*** Block opens ***
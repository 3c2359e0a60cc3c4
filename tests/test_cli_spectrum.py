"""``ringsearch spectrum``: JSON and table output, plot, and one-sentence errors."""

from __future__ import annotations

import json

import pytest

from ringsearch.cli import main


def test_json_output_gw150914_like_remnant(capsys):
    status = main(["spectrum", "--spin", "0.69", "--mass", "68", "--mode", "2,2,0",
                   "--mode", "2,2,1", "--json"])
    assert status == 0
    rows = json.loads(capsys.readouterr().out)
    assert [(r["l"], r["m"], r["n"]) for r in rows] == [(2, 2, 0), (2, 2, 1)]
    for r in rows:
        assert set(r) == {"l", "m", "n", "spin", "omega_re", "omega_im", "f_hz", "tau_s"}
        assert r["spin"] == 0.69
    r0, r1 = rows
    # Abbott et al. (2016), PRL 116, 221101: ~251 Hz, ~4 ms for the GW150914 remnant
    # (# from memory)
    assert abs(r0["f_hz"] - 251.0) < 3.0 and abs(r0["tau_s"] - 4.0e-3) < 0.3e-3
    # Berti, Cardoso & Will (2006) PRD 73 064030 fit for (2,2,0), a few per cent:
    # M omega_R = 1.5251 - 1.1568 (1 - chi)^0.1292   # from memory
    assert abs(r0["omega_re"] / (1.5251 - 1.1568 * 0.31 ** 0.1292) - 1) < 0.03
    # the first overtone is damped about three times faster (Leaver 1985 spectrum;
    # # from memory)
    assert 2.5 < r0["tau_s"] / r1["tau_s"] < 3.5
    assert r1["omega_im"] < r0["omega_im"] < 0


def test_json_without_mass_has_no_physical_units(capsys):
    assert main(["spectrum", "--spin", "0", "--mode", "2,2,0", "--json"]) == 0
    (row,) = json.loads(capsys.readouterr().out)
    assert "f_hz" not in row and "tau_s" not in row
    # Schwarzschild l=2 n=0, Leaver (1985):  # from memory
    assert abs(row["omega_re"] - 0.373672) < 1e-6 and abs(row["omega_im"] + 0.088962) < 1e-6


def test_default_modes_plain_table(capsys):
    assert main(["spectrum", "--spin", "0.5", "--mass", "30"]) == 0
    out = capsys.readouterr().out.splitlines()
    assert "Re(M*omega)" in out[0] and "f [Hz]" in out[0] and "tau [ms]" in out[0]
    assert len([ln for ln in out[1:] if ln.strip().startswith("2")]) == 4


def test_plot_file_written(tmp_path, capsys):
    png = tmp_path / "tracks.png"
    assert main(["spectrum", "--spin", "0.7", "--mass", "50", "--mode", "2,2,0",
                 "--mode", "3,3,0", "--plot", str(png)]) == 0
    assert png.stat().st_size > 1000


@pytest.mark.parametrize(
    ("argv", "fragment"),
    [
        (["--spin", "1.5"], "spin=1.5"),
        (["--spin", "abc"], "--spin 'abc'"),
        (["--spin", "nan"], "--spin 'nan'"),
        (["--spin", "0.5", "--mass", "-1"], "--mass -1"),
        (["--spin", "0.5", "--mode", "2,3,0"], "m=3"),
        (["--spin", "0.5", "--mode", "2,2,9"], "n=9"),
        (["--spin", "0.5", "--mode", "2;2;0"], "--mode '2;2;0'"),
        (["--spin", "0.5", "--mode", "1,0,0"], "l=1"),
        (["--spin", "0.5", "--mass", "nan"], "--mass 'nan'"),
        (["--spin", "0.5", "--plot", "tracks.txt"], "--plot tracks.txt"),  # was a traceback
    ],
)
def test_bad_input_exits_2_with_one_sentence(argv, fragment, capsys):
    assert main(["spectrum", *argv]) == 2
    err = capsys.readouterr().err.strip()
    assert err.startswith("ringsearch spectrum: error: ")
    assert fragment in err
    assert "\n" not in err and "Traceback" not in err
*** Block closes ***
*** Block opens ***
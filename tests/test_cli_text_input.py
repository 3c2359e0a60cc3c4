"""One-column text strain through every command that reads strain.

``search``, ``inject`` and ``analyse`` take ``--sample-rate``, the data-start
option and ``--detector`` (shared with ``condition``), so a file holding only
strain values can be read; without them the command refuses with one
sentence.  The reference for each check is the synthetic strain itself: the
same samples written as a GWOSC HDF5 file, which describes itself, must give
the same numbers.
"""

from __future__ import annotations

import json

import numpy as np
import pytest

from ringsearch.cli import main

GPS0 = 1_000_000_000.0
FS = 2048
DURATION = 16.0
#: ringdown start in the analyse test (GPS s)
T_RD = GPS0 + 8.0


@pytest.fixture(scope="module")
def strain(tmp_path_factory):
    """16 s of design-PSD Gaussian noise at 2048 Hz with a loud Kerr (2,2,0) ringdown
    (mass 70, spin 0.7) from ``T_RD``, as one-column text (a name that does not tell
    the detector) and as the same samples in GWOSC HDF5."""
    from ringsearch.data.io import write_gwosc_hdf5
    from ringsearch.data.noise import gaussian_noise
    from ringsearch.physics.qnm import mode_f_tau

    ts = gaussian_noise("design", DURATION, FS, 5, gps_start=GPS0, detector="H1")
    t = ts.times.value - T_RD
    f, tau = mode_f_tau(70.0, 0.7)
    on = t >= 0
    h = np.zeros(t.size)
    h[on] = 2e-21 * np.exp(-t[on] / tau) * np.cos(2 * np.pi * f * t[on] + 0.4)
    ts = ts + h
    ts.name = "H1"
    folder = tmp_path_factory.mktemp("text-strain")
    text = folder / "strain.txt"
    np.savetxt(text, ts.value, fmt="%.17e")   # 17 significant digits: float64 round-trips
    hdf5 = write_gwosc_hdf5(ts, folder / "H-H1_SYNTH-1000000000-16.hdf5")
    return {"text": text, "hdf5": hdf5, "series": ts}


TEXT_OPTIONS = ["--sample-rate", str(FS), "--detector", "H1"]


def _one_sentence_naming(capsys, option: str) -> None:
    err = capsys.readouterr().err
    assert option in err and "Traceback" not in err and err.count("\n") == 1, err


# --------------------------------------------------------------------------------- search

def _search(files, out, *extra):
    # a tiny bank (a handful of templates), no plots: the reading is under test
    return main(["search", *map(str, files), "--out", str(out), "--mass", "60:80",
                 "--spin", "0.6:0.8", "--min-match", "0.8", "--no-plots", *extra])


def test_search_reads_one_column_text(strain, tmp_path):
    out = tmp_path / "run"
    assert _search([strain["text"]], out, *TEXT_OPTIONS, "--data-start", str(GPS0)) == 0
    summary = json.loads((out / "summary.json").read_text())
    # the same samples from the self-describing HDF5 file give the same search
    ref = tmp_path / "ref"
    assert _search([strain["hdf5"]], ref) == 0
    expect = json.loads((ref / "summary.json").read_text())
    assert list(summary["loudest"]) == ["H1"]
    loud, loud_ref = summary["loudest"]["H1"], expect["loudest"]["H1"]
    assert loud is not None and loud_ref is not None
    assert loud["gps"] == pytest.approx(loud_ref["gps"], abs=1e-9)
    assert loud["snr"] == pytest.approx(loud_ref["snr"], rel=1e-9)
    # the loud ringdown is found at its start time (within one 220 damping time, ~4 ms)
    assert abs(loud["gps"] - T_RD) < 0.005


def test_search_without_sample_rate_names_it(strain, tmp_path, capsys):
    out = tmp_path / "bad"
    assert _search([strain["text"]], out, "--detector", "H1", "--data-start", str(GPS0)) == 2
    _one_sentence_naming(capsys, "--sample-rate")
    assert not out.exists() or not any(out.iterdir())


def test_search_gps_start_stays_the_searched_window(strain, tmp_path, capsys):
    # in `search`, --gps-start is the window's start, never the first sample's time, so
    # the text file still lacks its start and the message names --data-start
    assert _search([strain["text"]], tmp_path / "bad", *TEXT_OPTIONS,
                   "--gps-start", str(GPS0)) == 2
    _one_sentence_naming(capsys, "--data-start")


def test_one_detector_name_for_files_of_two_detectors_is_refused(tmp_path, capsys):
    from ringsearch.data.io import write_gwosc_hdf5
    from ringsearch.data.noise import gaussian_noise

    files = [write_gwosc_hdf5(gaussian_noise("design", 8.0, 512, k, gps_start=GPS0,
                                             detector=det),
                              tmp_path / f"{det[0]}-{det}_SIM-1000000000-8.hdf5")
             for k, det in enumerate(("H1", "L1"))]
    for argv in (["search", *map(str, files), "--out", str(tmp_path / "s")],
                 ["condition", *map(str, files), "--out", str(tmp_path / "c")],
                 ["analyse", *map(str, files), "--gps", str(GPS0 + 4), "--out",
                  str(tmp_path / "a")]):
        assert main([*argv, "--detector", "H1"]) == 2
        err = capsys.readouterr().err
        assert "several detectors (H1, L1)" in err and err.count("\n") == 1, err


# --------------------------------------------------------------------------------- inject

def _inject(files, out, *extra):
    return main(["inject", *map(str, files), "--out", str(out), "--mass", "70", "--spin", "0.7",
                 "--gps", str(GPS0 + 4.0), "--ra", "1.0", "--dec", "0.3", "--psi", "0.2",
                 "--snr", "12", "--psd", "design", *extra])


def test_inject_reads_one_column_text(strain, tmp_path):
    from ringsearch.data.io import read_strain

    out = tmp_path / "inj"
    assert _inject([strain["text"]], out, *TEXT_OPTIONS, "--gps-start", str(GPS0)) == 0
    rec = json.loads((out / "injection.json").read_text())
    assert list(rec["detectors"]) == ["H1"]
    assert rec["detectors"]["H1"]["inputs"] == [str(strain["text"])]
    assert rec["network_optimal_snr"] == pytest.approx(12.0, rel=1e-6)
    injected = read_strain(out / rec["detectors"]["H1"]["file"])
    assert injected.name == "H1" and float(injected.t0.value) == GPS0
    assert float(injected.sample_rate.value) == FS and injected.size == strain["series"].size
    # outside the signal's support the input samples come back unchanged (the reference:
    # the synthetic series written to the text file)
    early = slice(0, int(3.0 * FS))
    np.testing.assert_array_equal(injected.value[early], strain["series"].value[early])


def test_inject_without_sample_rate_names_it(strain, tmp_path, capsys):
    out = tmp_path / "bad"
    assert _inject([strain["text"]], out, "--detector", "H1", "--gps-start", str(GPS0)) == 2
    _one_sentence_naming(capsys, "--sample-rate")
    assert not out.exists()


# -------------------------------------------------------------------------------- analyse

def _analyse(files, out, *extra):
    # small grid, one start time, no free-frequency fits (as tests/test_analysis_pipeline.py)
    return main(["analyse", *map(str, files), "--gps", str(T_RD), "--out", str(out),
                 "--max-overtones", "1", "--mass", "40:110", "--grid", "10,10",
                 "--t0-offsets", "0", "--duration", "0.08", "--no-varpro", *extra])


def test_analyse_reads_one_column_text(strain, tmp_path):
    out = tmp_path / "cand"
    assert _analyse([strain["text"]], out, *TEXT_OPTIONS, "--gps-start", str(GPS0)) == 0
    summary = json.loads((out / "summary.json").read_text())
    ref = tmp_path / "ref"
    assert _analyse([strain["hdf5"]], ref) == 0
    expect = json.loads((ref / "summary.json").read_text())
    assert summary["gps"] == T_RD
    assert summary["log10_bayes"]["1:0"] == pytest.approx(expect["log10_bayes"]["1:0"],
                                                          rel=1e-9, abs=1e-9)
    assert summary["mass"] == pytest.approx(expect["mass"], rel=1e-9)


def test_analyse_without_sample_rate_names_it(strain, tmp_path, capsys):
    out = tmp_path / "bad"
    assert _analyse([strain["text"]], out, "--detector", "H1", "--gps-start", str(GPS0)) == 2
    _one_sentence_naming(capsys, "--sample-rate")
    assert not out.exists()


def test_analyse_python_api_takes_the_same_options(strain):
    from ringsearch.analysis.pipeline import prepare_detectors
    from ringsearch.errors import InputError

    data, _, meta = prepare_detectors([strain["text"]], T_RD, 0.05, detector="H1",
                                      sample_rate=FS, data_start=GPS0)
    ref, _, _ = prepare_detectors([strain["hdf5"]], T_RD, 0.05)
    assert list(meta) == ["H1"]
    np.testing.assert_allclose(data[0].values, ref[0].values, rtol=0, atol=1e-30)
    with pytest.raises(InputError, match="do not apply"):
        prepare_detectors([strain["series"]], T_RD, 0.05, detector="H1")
*** Block closes ***
*** Block opens ***
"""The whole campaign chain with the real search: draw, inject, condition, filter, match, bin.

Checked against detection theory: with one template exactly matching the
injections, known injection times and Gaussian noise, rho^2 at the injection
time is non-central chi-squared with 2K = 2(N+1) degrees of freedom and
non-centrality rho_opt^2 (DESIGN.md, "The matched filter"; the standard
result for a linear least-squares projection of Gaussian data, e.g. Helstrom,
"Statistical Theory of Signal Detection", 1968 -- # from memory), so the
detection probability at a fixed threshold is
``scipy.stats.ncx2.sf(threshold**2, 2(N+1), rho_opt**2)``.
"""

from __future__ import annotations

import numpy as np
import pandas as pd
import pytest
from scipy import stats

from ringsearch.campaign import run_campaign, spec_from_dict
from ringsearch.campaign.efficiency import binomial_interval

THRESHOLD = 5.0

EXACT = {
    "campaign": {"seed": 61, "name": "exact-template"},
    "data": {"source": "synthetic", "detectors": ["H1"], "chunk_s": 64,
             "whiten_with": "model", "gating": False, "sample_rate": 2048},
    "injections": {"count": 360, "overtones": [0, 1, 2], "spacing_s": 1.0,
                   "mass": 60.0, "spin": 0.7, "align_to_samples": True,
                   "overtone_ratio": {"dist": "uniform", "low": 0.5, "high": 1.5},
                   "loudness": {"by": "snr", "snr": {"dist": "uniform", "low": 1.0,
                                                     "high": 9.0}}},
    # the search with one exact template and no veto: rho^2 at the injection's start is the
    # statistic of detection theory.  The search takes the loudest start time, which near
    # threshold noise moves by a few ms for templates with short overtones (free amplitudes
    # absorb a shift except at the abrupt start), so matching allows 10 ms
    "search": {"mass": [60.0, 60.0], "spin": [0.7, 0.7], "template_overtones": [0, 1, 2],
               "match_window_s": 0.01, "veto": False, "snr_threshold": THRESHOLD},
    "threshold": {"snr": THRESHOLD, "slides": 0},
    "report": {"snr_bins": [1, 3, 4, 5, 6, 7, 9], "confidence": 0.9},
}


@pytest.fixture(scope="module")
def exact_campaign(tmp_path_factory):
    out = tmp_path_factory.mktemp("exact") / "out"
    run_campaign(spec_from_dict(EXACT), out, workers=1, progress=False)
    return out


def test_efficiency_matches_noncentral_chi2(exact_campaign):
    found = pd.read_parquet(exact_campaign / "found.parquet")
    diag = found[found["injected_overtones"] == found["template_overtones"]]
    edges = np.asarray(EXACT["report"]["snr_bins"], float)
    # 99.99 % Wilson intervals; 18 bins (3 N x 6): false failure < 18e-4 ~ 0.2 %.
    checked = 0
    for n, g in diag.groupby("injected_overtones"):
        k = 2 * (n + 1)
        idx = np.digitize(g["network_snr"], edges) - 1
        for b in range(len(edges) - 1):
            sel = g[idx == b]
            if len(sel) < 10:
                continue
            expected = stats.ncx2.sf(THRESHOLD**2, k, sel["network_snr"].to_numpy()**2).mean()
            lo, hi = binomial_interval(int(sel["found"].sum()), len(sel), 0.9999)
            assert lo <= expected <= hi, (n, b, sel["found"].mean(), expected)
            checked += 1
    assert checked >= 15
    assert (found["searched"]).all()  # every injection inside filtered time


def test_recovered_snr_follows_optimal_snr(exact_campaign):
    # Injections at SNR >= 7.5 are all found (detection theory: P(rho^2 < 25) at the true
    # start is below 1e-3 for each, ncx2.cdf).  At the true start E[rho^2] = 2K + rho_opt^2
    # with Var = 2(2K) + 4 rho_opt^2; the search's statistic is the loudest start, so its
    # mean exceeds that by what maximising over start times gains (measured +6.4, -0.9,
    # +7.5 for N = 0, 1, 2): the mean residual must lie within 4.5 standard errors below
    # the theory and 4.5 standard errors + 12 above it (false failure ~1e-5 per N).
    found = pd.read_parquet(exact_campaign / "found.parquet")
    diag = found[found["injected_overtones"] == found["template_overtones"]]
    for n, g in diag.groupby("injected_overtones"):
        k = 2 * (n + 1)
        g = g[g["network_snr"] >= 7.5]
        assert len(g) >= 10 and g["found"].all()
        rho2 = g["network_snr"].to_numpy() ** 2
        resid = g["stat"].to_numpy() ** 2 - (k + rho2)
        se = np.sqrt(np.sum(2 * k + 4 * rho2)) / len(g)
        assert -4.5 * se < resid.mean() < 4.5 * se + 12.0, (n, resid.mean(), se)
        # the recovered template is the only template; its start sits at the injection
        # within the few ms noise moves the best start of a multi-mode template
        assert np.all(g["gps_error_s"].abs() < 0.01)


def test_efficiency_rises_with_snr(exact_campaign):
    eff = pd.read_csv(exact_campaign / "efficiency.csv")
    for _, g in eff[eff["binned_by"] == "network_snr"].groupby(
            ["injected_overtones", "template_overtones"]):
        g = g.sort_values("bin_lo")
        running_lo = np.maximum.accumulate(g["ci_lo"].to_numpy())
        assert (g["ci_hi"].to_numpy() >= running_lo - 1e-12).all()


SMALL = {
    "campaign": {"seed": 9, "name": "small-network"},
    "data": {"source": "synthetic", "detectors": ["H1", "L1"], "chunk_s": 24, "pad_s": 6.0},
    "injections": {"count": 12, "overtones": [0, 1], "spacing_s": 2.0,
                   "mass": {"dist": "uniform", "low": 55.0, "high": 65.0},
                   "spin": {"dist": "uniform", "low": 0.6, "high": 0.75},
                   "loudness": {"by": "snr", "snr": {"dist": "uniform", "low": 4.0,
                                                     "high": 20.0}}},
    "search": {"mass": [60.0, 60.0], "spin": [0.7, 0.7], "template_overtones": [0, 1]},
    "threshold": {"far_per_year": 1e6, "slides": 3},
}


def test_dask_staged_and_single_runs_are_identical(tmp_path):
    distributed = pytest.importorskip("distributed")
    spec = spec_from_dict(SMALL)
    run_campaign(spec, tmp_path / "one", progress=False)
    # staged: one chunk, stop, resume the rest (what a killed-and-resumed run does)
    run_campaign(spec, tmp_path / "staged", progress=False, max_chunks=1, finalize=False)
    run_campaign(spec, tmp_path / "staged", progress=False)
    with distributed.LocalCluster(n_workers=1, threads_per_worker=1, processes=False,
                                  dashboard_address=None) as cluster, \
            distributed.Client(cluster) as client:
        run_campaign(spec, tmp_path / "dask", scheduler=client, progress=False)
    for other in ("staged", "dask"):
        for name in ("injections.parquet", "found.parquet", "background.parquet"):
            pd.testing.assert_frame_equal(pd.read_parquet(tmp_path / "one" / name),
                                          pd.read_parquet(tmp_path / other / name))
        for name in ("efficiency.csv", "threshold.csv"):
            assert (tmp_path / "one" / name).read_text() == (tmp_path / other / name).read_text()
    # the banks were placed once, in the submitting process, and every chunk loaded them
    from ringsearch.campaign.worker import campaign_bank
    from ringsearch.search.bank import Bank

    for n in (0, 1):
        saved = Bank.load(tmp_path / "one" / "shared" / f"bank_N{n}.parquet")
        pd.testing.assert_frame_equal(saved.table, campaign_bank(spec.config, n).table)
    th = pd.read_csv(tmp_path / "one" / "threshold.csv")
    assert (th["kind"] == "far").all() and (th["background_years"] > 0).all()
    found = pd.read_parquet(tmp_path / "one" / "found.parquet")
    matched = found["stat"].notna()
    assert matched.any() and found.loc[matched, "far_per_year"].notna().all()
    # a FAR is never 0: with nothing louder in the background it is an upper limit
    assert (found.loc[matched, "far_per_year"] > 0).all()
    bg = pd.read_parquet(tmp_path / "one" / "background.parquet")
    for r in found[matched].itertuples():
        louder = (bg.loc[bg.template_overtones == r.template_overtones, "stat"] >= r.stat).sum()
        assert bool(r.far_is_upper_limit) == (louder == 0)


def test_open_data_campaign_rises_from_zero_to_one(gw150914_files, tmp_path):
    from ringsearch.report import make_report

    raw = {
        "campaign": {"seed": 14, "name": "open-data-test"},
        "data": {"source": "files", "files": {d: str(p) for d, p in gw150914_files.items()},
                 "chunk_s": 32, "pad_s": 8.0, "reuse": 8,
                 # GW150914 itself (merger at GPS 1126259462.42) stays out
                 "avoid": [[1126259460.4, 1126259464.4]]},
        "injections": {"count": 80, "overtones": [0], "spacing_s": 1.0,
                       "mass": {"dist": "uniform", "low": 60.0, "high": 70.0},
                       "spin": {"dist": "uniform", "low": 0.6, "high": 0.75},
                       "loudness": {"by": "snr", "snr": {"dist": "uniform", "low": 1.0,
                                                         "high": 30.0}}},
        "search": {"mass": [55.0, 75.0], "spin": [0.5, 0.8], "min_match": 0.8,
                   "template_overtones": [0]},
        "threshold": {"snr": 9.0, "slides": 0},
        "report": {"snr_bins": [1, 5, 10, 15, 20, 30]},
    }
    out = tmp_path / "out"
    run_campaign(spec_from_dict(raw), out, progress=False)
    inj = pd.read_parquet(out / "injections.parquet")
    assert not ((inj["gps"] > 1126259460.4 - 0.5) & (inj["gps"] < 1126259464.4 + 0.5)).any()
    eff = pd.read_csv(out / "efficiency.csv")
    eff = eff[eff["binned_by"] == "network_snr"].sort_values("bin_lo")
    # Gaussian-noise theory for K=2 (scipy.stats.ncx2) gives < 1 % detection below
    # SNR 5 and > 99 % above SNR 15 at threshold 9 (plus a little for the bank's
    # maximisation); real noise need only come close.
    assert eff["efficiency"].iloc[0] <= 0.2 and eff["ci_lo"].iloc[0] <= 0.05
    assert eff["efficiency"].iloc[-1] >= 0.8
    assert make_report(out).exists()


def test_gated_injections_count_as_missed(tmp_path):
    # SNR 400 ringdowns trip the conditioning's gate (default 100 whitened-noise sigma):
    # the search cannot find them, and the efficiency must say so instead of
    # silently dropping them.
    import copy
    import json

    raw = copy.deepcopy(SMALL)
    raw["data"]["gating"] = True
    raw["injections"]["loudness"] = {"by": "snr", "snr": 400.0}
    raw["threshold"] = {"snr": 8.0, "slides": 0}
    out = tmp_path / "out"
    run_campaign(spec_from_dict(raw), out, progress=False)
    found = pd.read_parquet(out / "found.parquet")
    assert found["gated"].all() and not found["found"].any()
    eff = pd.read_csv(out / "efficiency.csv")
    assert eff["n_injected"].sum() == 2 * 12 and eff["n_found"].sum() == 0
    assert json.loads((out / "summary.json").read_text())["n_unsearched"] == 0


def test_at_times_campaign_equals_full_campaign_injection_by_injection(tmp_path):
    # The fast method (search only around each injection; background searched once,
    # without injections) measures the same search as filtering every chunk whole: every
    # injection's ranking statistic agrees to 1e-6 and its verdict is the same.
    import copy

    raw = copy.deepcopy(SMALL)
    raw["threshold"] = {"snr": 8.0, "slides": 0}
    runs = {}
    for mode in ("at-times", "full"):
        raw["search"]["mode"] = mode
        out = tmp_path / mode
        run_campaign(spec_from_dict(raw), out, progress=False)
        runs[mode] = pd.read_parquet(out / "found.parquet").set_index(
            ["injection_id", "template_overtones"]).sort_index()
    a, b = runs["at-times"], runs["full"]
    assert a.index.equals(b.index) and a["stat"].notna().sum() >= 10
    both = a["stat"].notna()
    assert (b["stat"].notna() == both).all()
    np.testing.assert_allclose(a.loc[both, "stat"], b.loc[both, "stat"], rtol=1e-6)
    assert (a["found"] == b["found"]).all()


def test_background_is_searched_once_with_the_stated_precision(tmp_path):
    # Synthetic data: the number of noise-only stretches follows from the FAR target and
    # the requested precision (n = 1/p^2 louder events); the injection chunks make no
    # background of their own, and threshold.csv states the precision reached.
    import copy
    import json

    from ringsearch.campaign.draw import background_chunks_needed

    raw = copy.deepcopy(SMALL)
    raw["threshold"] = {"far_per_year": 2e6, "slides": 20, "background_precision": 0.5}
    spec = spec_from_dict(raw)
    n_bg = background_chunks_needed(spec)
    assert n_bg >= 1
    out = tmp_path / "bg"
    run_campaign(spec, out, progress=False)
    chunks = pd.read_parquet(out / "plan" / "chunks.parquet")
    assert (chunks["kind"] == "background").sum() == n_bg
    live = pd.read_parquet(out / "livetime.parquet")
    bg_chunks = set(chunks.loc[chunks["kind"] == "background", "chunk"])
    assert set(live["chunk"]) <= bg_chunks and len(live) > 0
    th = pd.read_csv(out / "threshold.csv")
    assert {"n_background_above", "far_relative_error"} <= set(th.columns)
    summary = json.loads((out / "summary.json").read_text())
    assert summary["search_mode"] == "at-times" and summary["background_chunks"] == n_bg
*** Block closes ***
## WHAT TO PRODUCE
Look for the word "argv" in the data, then return every line that contains it.

## EXERCISE OUTPUT
    ("argv", "fragment"),
def test_bad_input_exits_2_with_one_sentence(argv, fragment, capsys):
    assert main(["spectrum", *argv]) == 2
    for argv in (["search", *map(str, files), "--out", str(tmp_path / "s")],
        assert main([*argv, "--detector", "H1"]) == 2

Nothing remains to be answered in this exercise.